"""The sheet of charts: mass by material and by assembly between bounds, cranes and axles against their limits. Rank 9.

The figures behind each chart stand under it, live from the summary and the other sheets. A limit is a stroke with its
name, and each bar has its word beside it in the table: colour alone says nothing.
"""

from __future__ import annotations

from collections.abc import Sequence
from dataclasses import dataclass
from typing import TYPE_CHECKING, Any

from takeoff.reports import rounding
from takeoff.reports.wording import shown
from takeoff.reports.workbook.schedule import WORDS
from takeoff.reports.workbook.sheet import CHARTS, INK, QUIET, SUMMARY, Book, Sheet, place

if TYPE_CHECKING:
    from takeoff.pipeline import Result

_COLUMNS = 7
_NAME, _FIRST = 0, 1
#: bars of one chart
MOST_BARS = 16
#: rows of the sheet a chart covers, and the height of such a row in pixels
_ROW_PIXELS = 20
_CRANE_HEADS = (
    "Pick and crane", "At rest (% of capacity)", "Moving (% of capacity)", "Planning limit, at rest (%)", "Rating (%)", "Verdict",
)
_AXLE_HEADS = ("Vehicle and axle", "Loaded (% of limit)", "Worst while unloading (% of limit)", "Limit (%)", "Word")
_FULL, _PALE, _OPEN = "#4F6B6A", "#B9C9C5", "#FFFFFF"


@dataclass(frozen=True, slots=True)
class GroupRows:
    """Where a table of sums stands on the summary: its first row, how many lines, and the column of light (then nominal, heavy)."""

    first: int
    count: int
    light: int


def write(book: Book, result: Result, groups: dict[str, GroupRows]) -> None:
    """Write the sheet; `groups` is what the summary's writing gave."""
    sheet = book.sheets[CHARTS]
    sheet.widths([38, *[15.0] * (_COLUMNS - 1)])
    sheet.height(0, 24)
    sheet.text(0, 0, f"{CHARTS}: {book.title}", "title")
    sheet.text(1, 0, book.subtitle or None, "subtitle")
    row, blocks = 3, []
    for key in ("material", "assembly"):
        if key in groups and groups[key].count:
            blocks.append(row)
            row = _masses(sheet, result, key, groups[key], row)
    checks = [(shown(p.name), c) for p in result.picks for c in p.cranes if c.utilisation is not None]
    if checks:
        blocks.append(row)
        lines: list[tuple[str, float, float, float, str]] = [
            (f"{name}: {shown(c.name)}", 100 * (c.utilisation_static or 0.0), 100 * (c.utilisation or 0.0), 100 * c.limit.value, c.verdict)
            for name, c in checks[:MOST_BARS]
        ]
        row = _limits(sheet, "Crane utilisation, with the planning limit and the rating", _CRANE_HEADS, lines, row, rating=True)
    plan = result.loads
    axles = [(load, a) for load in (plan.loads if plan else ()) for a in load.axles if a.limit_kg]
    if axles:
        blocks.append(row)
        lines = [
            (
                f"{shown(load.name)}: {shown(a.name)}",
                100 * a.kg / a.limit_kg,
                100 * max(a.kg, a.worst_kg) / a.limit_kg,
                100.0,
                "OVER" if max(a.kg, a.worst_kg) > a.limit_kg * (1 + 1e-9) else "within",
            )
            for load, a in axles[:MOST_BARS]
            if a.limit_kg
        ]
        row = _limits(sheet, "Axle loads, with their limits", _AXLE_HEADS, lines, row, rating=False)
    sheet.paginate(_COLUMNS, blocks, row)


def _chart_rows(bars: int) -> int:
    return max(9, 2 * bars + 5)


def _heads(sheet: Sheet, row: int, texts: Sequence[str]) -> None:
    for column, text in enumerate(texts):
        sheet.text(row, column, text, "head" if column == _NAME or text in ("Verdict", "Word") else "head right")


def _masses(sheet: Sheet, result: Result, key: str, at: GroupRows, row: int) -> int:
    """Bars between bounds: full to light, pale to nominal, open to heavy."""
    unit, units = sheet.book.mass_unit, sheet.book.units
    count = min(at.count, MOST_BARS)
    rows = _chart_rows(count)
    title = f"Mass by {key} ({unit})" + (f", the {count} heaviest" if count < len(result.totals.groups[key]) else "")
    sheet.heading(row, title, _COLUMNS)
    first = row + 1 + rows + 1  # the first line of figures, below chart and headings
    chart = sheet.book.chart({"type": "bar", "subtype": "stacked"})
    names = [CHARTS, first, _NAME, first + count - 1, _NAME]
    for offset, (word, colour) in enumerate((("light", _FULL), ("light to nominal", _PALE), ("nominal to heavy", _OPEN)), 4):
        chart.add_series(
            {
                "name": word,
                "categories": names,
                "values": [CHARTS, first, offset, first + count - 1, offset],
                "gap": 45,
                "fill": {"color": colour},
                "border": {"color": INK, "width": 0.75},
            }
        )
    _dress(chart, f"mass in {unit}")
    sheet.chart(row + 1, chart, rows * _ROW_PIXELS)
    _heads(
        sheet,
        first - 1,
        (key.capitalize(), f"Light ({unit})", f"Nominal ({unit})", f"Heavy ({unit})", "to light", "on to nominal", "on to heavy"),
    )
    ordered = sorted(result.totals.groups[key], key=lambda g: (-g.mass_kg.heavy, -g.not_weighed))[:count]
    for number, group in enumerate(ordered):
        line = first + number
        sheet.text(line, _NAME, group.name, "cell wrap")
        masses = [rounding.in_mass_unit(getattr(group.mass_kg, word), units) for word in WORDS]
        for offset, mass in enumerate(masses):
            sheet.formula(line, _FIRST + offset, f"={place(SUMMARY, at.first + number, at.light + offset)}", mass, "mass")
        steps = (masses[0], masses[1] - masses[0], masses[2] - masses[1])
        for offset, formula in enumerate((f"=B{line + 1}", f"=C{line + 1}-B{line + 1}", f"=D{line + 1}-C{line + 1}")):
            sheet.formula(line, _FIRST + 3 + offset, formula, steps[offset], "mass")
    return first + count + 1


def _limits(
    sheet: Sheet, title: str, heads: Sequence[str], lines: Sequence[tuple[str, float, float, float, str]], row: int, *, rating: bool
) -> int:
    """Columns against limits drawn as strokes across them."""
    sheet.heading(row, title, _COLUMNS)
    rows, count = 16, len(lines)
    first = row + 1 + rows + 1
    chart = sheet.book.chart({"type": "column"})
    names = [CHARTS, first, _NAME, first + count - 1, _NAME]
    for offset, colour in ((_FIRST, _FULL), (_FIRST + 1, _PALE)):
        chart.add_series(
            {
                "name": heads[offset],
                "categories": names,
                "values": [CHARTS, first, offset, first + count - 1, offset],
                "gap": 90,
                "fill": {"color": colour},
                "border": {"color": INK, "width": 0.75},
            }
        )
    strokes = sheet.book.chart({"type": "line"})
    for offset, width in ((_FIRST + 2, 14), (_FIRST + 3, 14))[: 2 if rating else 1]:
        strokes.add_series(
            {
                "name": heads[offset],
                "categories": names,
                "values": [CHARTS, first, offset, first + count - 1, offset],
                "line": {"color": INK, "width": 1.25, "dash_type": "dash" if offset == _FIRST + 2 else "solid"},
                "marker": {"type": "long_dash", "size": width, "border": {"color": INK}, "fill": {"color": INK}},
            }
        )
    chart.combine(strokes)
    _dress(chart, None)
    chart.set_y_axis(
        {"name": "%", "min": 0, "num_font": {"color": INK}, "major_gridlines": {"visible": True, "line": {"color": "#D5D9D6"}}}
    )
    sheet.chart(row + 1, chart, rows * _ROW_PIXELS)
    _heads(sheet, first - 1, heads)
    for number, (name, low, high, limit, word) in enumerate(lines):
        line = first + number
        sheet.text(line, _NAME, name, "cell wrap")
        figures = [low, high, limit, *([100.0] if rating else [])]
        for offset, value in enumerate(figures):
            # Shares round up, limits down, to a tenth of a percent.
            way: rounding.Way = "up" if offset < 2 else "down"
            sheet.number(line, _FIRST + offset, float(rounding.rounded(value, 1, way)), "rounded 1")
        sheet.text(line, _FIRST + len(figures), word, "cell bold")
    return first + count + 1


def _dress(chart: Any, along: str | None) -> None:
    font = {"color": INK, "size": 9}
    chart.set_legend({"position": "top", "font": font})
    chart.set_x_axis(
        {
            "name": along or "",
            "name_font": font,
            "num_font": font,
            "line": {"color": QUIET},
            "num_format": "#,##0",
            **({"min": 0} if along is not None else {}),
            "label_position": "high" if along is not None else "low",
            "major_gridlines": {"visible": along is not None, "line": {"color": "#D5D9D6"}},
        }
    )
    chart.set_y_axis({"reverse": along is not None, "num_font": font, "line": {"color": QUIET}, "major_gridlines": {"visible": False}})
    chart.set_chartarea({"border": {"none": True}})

Your task:
Filter the entries above down to the lines containing the word "loads".

The answer:
    plan = result.loads
    axles = [(load, a) for load in (plan.loads if plan else ()) for a in load.axles if a.limit_kg]
        row = _limits(sheet, "Axle loads, with their limits", _AXLE_HEADS, lines, row, rating=False)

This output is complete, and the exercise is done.